Sergeant Major Rolfe came up, grinning hugely. “Gentlemen, they just announced that the little fucker Hitler is dead.”
***
President Roosevelt wheeled around the Oval Office. He was perturbed and it showed. The pronouncement that Hitler was well and truly dead was wonderful, but it had potentially thrown a monkeywrench into plans to win the war in Europe first, and then concentrate on Japan.
“Our strategy will not change,” he said firmly.
General Marshall nodded his agreement while Admiral Ernie King showed his displeasure. King felt that America’s focus should be on the Pacific where much fighting remained to be done. In particular, the Philippines were still in Japanese hands, although plans for its liberation by MacArthur were well underway. In the meantime, the Philippine people were being brutalized and American POWs treated even wors
e. Reports said they were dying in large numbers from beatings, overwork, and starvation. Despite his personal feelings, King would do his best to support the policies of his President. Still, he could not help but feel that more men and more resources in the Pacific would make the task of defeating Japan that much easier and save American lives.
FDR continued. “With that monster Himmler in charge, we can assume that the atrocities in those lands under German control will continue. We can also assume that there will be peace overtures that must be dealt with. Secretary Hull has already informed me that representatives of Sweden and Switzerland wish to talk with us. About what is obvious. Herr Himmler wants a separate peace. Well, he shan’t have one.”
“Will the British hold firm, sir?” asked Marshall. “And what about the Soviets?”
Roosevelt took a deep breath. “I’ve been on the phone with Winston and he is in agreement with me. There will be opposition in his Parliament to his refusal to negotiate, but he feels he can bring it under control.”
“Are you certain, sir?” Marshall prodded. “England has suffered terribly.
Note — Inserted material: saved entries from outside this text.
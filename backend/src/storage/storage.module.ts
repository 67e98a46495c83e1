import { join } from 'node:path';
import { Module } from '@nestjs/common';
import { ENV } from '../config/config.module.js';
import type { Env } from '../config/env.js';
import { LocalFolderLogStorage } from './local-folder-log-storage.js';
import { LOG_STORAGE } from './log-storage.js';

/** The files of the service, below STAYLEDGER_DATA. */
@Module({
  providers: [
    {
      provide: LOG_STORAGE,
      inject: [ENV],
      useFactory: (env: Env) => new LocalFolderLogStorage(join(env.STAYLEDGER_DATA, 'files')),
    },
  ],
  exports: [LOG_STORAGE],
})
export class StorageModule {}
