/** Coefficients of numerator and denominator, highest power first. */
const NUMERATOR = [
  0.0352624965998911, 0.700383064443688, 6.37396220353165, 33.912866078383, 112.079291497871,
  221.213596169931, 220.206867912376,
];
const DENOMINATOR = [
  0.0883883476483184, 1.75566716318264, 16.064177579207, 86.7807322029461, 296.564248779674, 637.333633378831,
  793.826512519948, 440.413735824752,
];
const [N0, N1, N2, N3, N4, N5, N6] = NUMERATOR;
const [D0, D1, D2, D3, D4, D5, D6, D7] = DENOMINATOR;
const RATIONAL_BELOW = 7.07106781186547;

/**
 * Standard normal distribution function to 1e-15, and to eight digits in its tails, several times as fast as normalCdf:
 * forecasts ask it millions of times.
 *
 * Source: Hart et al., Computer Approximations (1968), as arranged by West (2005), from memory; checked against
 * normalCdf.
 */
export function fastNormalCdf(x: number): number {
  const size = Math.abs(x);
  if (!(size < 37)) return Number.isNaN(x) ? NaN : x < 0 ? 0 : 1;
  const bell = Math.exp((-size * size) / 2);
  let tail: number;
  if (size < RATIONAL_BELOW) {
    const above = (((((N0 * size + N1) * size + N2) * size + N3) * size + N4) * size + N5) * size + N6;
    const below =
      ((((((D0 * size + D1) * size + D2) * size + D3) * size + D4) * size + D5) * size + D6) * size + D7;
    tail = (bell * above) / below;
  } else {
    const fraction = size + 1 / (size + 2 / (size + 3 / (size + 4 / (size + 0.65))));
    tail = bell / fraction / 2.506628274631;
  }
  return x > 0 ? 1 - tail : tail;
}
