import type { TaskGround, VisitKind } from './plan-input.js';

/** A task in a planned visit. Money in minor units. */
export interface PlannedTask {
  taskId: string;
  name: string;
  partIds: readonly string[];
  action: 'replace' | 'inspect';
  ground: TaskGround;
  /** Day it falls due, as known when this doing was planned; null where another task asked for it. */
  dueOn: string | null;
  /** Day on which it counts as done. */
  doneOn: string;
  lateDays: number;
  /** Day it falls due next; null: not within any horizon. */
  nextDueOn: string | null;
  /** Last day to order the material with its margin; null where nothing is ordered. */
  orderByOn: string | null;
  /** True where that day is past already. */
  orderNow: boolean;
  costMinor: number;
  contingencyMinor: number;
  hours: number;
}

/** A yard visit of the plan. */
export interface PlannedVisit {
  windowId: string;
  kind: VisitKind;
  /** First day of the work. */
  startOn: string;
  /** Day by which everything in it must be done: the window's end, or the earliest due date if that is sooner. */
  doneByOn: string;
  locked: boolean;
  /** Of the visit itself: lifts, storage, travel. */
  visitCostMinor: number;
  visitContingencyMinor: number;
  tasks: PlannedTask[];
  hours: number;
  /** Visit, tasks and contingency. */
  totalMinor: number;
}

/** Why a task runs past its date in the least-late plan. */
export type LateReason =
  | 'overdue-already'
  | 'no-window-in-time'
  | 'windows-too-far-apart'
  | 'nothing-allows-it'
  | 'settled-by-hand'
  | 'gives-way';

/** A task that no plan, or not this one, keeps within its date. */
export interface LateTask {
  taskId: string;
  name: string;
  dueOn: string;
  /** Null where it is not done within the horizon at all. */
  doneOn: string | null;
  lateDays: number;
  reason: LateReason;
  /** One sentence for the person who asks why. */
  words: string;
}

/** How good the plan is known to be. */
export interface PlanProof {
  /** 'time-limit': the solver stopped before it reached the gap asked for. */
  ended: 'proven' | 'time-limit';
  /** No plan of the same lateness costs less, minor units. */
  boundMinor: number;
  /** (total - bound) / total, 0 where the total is 0. */
  gap: number;
}

/** The plan of one vessel. */
export interface VesselPlan {
  asOfOn: string;
  horizonEndOn: string;
  currency: string;
  visits: PlannedVisit[];
  totalMinor: number;
  hours: number;
  /** Sum over tasks of days past their dates; 0 in a plan that can be accepted as it is. */
  lateDays: number;
  lateTasks: LateTask[];
  /** Names of tasks without a date, which no plan can place by themselves. */
  withoutDate: string[];
  proof: PlanProof;
  /** What the planner left out or could not follow, one sentence each. */
  remarks: string[];
}
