import type { CurveSegment } from './curve.js';

/**
 * Range at which two segments of different slope meet: 10^((log10a2 - log10a1) / (m2 - m1)). Computed from the
 * constants, so that a curve is continuous there whatever a table rounded.
 *
 * @throws RangeError for parallel segments
 */
export function kneeRange(
  upper: Pick<CurveSegment, 'm' | 'log10a'>,
  lower: Pick<CurveSegment, 'm' | 'log10a'>,
): number {
  if (upper.m === lower.m) throw new RangeError('Segments of the same slope have no knee.');
  return 10 ** ((lower.log10a - upper.log10a) / (lower.m - upper.m));
}
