import type { FirmInput } from './firm-input.js';
import { firmMaster, lastResortMinor } from './firm-master.js';
import type { MasterColumn, RoomLimit } from './firm-master.js';
import type { OpenProgram, ProgramSolver } from './mixed-integer-program.js';
import type { PlanInput } from './plan-input.js';
import { vesselModel } from './vessel-model.js';
import type { VesselModel } from './vessel-model.js';
import { MINOR_PER_PROGRAM_UNIT, vesselProgram } from './vessel-program.js';

/** Prices of the yard's room found on the relaxed programs of its vessels. */
export interface RelaxedPrices {
  /** Minor units per unit of each limit. */
  pricesMinor: number[];
  /** No plan weighs less, minor units. */
  boundMinor: number;
  /** True where even a relaxed plan passes a limit: the yard has too little room for every vessel to be in time. */
  isShort: boolean;
  rounds: number;
}

/** Stop of {@link relaxedPrices}. */
export interface RelaxedLimits {
  elapsedS: () => number;
  untilS: number;
  /** Gap between the mix and the bound at which the prices are good enough. */
  gap: number;
  onRound?: (boundMinor: number) => void;
}

interface RelaxedVessel {
  open: OpenProgram;
  baseCosts: Float64Array;
  costs: Float64Array;
  /** For each limit the columns that use it, with how much. */
  uses: { limit: number; column: number; use: number }[];
}

const STEPS = [0.7, 0.4, 0.2];

/**
 * Prices of berths and hours at which the vessels, each planning for itself and allowed to split a plan, ask for no more
 * than there is. Column generation (Dantzig and Wolfe, 1960) over relaxed programs, each kept open and solved anew from
 * where it stood, a few milliseconds a time; prices are drawn toward those of the best bound to keep them from swinging
 * (smoothing after Wentges, 1997). Relaxed programs of this kind are tight (the bound loses about 1 %), so the prices
 * serve the whole ones.
 *
 * @param vessels in the firm's order, each with whether its tasks may run late at the firm's cost per day
 */
export function relaxedPrices(
  firm: FirmInput,
  vessels: readonly { input: PlanInput; lateAllowed: boolean }[],
  limits: readonly RoomLimit[],
  solver: ProgramSolver,
  stop: RelaxedLimits,
): RelaxedPrices {
  const opened = vessels.map(({ input, lateAllowed }) =>
    relaxedVessel(firm, vesselModel(input), limits, lateAllowed, solver),
  );
  try {
    return search(firm, opened, limits, solver, stop);
  } finally {
    for (const { open } of opened) open.close();
  }
}

function search(
  firm: FirmInput,
  vessels: readonly RelaxedVessel[],
  limits: readonly RoomLimit[],
  solver: ProgramSolver,
  stop: RelaxedLimits,
): RelaxedPrices {
  const beyondMinor = lastResortMinor(firm);
  const columns: MasterColumn[] = [];
  let best = limits.map(() => 0);
  let asked = best;
  let boundMinor = -Infinity;
  let step = 0;
  for (let rounds = 1; ; rounds++) {
    const found = vessels.map((vessel, index) => cheapestColumn(vessel, index, asked, limits.length));
    columns.push(...found.map(({ column }) => column));
    const worth = limits.reduce((sum, { limit }, at) => sum + limit * asked[at], 0);
    const bound = found.reduce((sum, { pricedMinor }) => sum + pricedMinor, 0) - worth;
    if (bound > boundMinor) {
      boundMinor = bound;
      best = asked;
      step = 0;
    } else {
      step = Math.min(step + 1, STEPS.length - 1);
    }
    stop.onRound?.(boundMinor);
    const master = firmMaster(limits, vessels.length, columns, beyondMinor, false);
    const mix = solver.solve(master.program, { timeLimitS: 60, relativeGap: 0 });
    if (mix.values === null || mix.rowDuals === null) throw new Error('The solver found no mix of plans.');
    const isShort = master.beyond.some((column) => mix.values![column] > 1e-6);
    const mixMinor = mix.objective * MINOR_PER_PROGRAM_UNIT;
    const met = mixMinor - boundMinor <= stop.gap * Math.abs(mixMinor);
    if (met || stop.elapsedS() >= stop.untilS)
      return { pricesMinor: best, boundMinor, isShort: isShort && met, rounds };
    const wanted = master.rows.map((row) => Math.max(0, -mix.rowDuals![row] * MINOR_PER_PROGRAM_UNIT));
    asked = wanted.map((price, at) => best[at] + STEPS[step] * (price - best[at]));
  }
}

function relaxedVessel(
  firm: FirmInput,
  model: VesselModel,
  limits: readonly RoomLimit[],
  lateAllowed: boolean,
  solver: ProgramSolver,
): RelaxedVessel {
  const built = vesselProgram(model, {
    formulation: lateAllowed ? 'arcs' : 'covering',
    minimise: 'cost',
    lateAllowed,
    lateDayCostMinor: firm.lateDayCostMinor,
  });
  const uses: RelaxedVessel['uses'] = [];
  const add = (column: number, window: number, kind: string, hours: number, berths: number): void => {
    limits.forEach((limit, at) => {
      if (limit.windowId !== model.windows[window].window.id) return;
      const use = limit.kind === null ? hours : limit.kind === kind ? berths : 0;
      if (use > 0) uses.push({ limit: at, column, use });
    });
  };
  for (const { column, window, kind } of built.visits) {
    add(column, window, kind, model.windows[window].offers.find((offer) => offer.kind === kind)!.hours, 1);
  }
  for (const { column, taskIndex, window, kind } of built.works) {
    add(column, window, kind, model.tasks[taskIndex].work.find((work) => work.kind === kind)!.hours, 0);
  }
  return {
    open: solver.openRelaxed(built.program),
    baseCosts: built.program.costs,
    costs: built.program.costs.slice(),
    uses,
  };
}

function cheapestColumn(
  vessel: RelaxedVessel,
  index: number,
  pricesMinor: readonly number[],
  limitCount: number,
): { column: MasterColumn; pricedMinor: number } {
  vessel.costs.set(vessel.baseCosts);
  for (const { limit, column, use } of vessel.uses) {
    vessel.costs[column] += (pricesMinor[limit] * use) / MINOR_PER_PROGRAM_UNIT;
  }
  const solved = vessel.open.solve(vessel.costs);
  if (solved === null) throw new Error('A vessel has no plan at any price.');
  const uses = Array.from({ length: limitCount }, () => 0);
  for (const { limit, column, use } of vessel.uses) uses[limit] += use * solved.values[column];
  const weight = vessel.baseCosts.reduce((sum, cost, column) => sum + cost * solved.values[column], 0);
  return {
    column: { vessel: index, weightMinor: weight * MINOR_PER_PROGRAM_UNIT, uses },
    pricedMinor: solved.objective * MINOR_PER_PROGRAM_UNIT,
  };
}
Food rationing has left her people malnourished and her cities have been bombed, and now they are under an ongoing barrage of V1 and V2 missiles. Her people are exhausted and her army is only a shadow of what it has been in the past, while her navy is now a distant second to ours. How long do you really think England can last?”
FDR winced. He respected General Marshall’s opinions. Would Churchill be able to hold his country together, or would there be peace negotiations with the new German regime? And if Churchill resisted too hard, might he lose his position as prime minister? Another thought chilled him. Presidential elections were coming up. What if angry and frustrated American voters decided to elect a Republican who promised to end the war? Tom Dewey, governor of New York, was the likely Republican candidate and nobody knew what his thoughts on the matter were. Or maybe Eisenhower would run? Or even MacArthur? Anything but MacArthur, Roosevelt thought and shuddered.